(ABOUT THIS TASK):
Repeat, exactly as written, the lines of the records below from the first through the line with "law may have", but none past it.

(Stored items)
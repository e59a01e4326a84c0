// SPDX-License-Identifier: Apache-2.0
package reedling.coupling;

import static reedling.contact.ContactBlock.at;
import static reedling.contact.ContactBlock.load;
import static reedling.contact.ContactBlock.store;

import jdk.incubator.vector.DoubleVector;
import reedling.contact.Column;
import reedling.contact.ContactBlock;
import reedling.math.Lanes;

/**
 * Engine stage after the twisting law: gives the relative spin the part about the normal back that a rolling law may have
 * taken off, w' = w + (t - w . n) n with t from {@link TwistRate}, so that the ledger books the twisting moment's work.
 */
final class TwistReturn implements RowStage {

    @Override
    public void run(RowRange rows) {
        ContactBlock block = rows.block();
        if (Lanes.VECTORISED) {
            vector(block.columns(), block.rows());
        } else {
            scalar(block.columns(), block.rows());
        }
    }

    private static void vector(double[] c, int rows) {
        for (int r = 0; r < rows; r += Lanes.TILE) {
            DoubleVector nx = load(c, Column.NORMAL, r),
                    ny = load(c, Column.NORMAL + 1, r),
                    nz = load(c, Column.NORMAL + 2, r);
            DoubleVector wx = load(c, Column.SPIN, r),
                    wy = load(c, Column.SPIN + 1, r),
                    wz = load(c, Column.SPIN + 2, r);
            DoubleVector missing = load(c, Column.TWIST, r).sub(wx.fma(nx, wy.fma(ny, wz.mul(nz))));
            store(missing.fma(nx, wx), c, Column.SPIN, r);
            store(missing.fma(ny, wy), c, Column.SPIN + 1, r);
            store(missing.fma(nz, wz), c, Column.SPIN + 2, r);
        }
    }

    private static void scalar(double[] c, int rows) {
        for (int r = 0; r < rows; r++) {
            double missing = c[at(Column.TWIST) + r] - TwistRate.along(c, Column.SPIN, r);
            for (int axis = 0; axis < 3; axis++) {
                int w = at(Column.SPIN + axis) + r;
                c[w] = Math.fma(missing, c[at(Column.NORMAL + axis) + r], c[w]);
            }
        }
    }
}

(ANSWER FOR THIS EXERCISE):
repository e59a01e4326a84c0
// SPDX-License-Identifier: Apache-2.0
package reedling.coupling;

import static reedling.contact.ContactBlock.at;
import static reedling.contact.ContactBlock.load;
import static reedling.contact.ContactBlock.store;

import jdk.incubator.vector.DoubleVector;
import reedling.contact.Column;
import reedling.contact.ContactBlock;
import reedling.math.Lanes;

/**
 * Engine stage after the twisting law: gives the relative spin the part about the normal back that a rolling law may have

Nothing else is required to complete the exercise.